Materialien 1969
Zur Sache
Die Abschaffung des § 218 sollte genauso unbefangen diskutiert und unmissverständlich gefördert werden wie die Abschaffung einer Reihe von anderen Paragraphen des geltenden Strafgesetzbuches, über deren Antiquiertheit und Inhumanität man sich inzwischen weitgehend einig ist. Selbstverständlich ist die Abtreibung weder medizinisch noch moralisch eine befriedigende Lösung. Solange aber die medikamentösen und sozialen Voraussetzungen für eine sicher wirkende und jedermann zugängliche Konzeptionsverhinderung nicht geschaffen sind, gehört zum Verfügungsrecht jeder Frau über ihren Körper auch das Recht, darüber zu bestimmen, ob sie ein Kind zur Welt oder nicht zur Welt bringen will; jedenfalls bis zu jenem Zeitpunkt der Schwangerschaft, von dem ab das Embryo lebensfähig wäre.
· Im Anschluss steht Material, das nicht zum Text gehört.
/// The structural summary printed by `spreadplan inspect`.
///
/// Undirected networks: degrees are degrees. Directed networks: degree
/// fields use out-degrees, `mean_excess_degree` is `⟨k_in k_out⟩ / ⟨k⟩`,
/// components are weak with the strong ones beside them, clustering is
/// counted on the undirected simple graph (direction ignored, opposite
/// edges merged), assortativity correlates source out-degree with target
/// in-degree and cores use the total degree.
#[derive(Clone, Debug, Default, PartialEq, Serialize)]
pub struct Summary {
    /// Number of nodes `N`.
    pub nodes: u64,
    /// Number of edges `M` (merged, loop-free).
    pub edges: u64,
    /// Whether edges are directed.
    pub directed: bool,
    /// Self-loops dropped at load (0 unless set from a [`LoadReport`]).
    pub self_loops_dropped: u64,
    /// Duplicate edges merged at load (0 unless set from a [`LoadReport`]).
    pub duplicates_merged: u64,
    /// `⟨k⟩`.
    pub mean_degree: f64,
    /// `⟨k²⟩`.
    pub mean_sq_degree: f64,
    /// Largest degree.
    pub max_degree: u64,
    /// Mean excess degree `κ = (⟨k²⟩ − ⟨k⟩)/⟨k⟩`; directed: `⟨k_in k_out⟩/⟨k⟩`.
    pub mean_excess_degree: f64,
    /// Number of connected (directed: weakly connected) components.
    pub components: u64,
    /// Size of the largest (weak) component.
    pub largest_component: u64,
    /// Size of the second-largest (weak) component.
    pub second_largest_component: u64,
    /// Directed only: number of strongly connected components.
    #[serde(skip_serializing_if = "Option::is_none")]
    pub strong_components: Option<u64>,
    /// Directed only: size of the largest strongly connected component.
    #[serde(skip_serializing_if = "Option::is_none")]
    pub largest_strong_component: Option<u64>,
    /// Directed only: size of the second-largest strongly connected component.
    #[serde(skip_serializing_if = "Option::is_none")]
    pub second_largest_strong_component: Option<u64>,
    /// Number of triangles of the undirected simple graph.
    pub triangles: u64,
    /// Global transitivity `3 × triangles / connected triples` (`null` without triples).
    pub clustering: Option<f64>,
    /// Degree assortativity `r` (`null` when all edges join equal degrees).
    pub assortativity: Option<f64>,
    /// Largest core number.
    pub max_core: u32,
    /// Configuration-model epidemic threshold estimate `T_c = 1/κ` (`null` when `κ = 0`).
    pub threshold_estimate: Option<f64>,
}

impl Summary {
    /// Copies the self-loop and duplicate counts of a load.
    pub fn with_load(mut self, report: &LoadReport) -> Self {
        self.self_loops_dropped = report.self_loops_dropped;
        self.duplicates_merged = report.duplicates_merged;
        self
    }
}

/// Computes the [`Summary`] of a network. O(N + M) plus triangle counting,
/// O(M^{3/2}) at worst (see [`triangles`]).
///
/// ```
/// use spreadplan::network::{inspect::summarize, Network, WeightMerge};
/// // K4: every degree 3, κ = (9 − 3)/3 = 2, four triangles, transitivity 1.
/// let e = vec![(0, 1), (0, 2), (0, 3), (1, 2), (1, 3), (2, 3)];
/// let (net, _) = Network::from_edges(4, false, e, None, WeightMerge::Max).unwrap();
/// let s = summarize(&net);
/// assert_eq!((s.mean_excess_degree, s.triangles, s.clustering), (2.0, 4, Some(1.0)));
/// assert_eq!((s.max_core, s.threshold_estimate), (3, Some(0.5)));
/// ```
pub fn summarize(net: &Network) -> Summary {
    let n = net.node_count() as u64;
    let m = net.edge_count() as u64;
    let directed = net.is_directed();
    let (mut s1, mut s2, mut sio, mut kmax) = (0u128, 0u128, 0u128, 0u64);
    for v in 0..net.node_count() as u32 {
        let k = net.degree(v) as u128;
        s1 += k;
        s2 += k * k;
        sio += k * net.in_degree(v) as u128;
        kmax = kmax.max(k as u64);
    }
    let nf = n.max(1) as f64;
    let mean_degree = s1 as f64 / nf;
    let mean_sq_degree = s2 as f64 / nf;
    let mean_excess_degree = if s1 == 0 {
        0.0
    } else if directed {
        sio as f64 / s1 as f64
    } else {
        (s2 - s1) as f64 / s1 as f64
    };
    let weak = connected_components(net);
    let strong = directed.then(|| strongly_connected_components(net));
    let simple;
    let undirected = if directed {
        let e = net.edges().iter().map(|e| (e[0], e[1])).collect();
        simple = Network::from_edges(net.node_count() as u32, false, e, None, WeightMerge::Max)
            .map(|(g, _)| g)
            .unwrap_or_else(|_| unreachable!("edges of a network are in range"));
        &simple
    } else {
        net
    };
    let tri = triangles(undirected);
    let triples: u128 = (0..undirected.node_count() as u32)
        .map(|v| {
            let k = undirected.degree(v) as u128;
            k * k.saturating_sub(1) / 2
        })
        .sum();
    let clustering = (triples > 0).then(|| 3.0 * tri as f64 / triples as f64);
    Summary {
        nodes: n,
        edges: m,
        directed,
        self_loops_dropped: 0,
        duplicates_merged: 0,
        mean_degree,
        mean_sq_degree,
        max_degree: kmax,
        mean_excess_degree,
        components: weak.count() as u64,
        largest_component: weak.largest(),
        second_largest_component: weak.second_largest(),
        strong_components: strong.as_ref().map(|c| c.count() as u64),
        largest_strong_component: strong.as_ref().map(Components::largest),
        second_largest_strong_component: strong.as_ref().map(Components::second_largest),
        triangles: tri,
        clustering,
        assortativity: degree_assortativity(net),
        max_core: core_numbers(net).into_iter().max().unwrap_or(0),
        threshold_estimate: (mean_excess_degree > 0.0).then(|| 1.0 / mean_excess_degree),
    }
}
Zur Veröffentlichung der Reportage in konkret
Der Artikel ist sachlich geschrieben, sein Inhalt vernünftig. Er schildert das Wirken einer Gruppe, die sich in der Tat nach den heute geltenden Gesetzen strafbar macht. Aber er fordert keineswegs dazu auf, nun den Kontakt mit dieser Gruppe aufzunehmen. Sonst müsste man alle die vielen Schilderungen in unseren Zeitungen und Zeitschriften, etwa über die Tätigkeit von Rauschgiftringen oder sizilianischen Räuberbanden, für eine Aufforderung halten, sich am Handel mit Rauschgift zu beteiligen oder in der Mafia mitzuwirken. überdies geht es hier um eine Sache, bei der auch der konservativste Zeitgenosse denjenigen, die dazu auffordern, sich nicht an die Gesetze zu halten, die ethische Absicht und Haltung gerade nicht absprechen kann. Und was speziell die Jugendgefährdung angeht, so besteht sie hier nun wirklich und buchstäblich nicht in zu früher und – genauer und zu später Aufklärung.
Dr. Gerhard Sczesny, Vorsitzender der Humanistischen Union, München
konkret. Monatszeitung für Politik und Kultur 4 vom 10. Februar 1969, 12.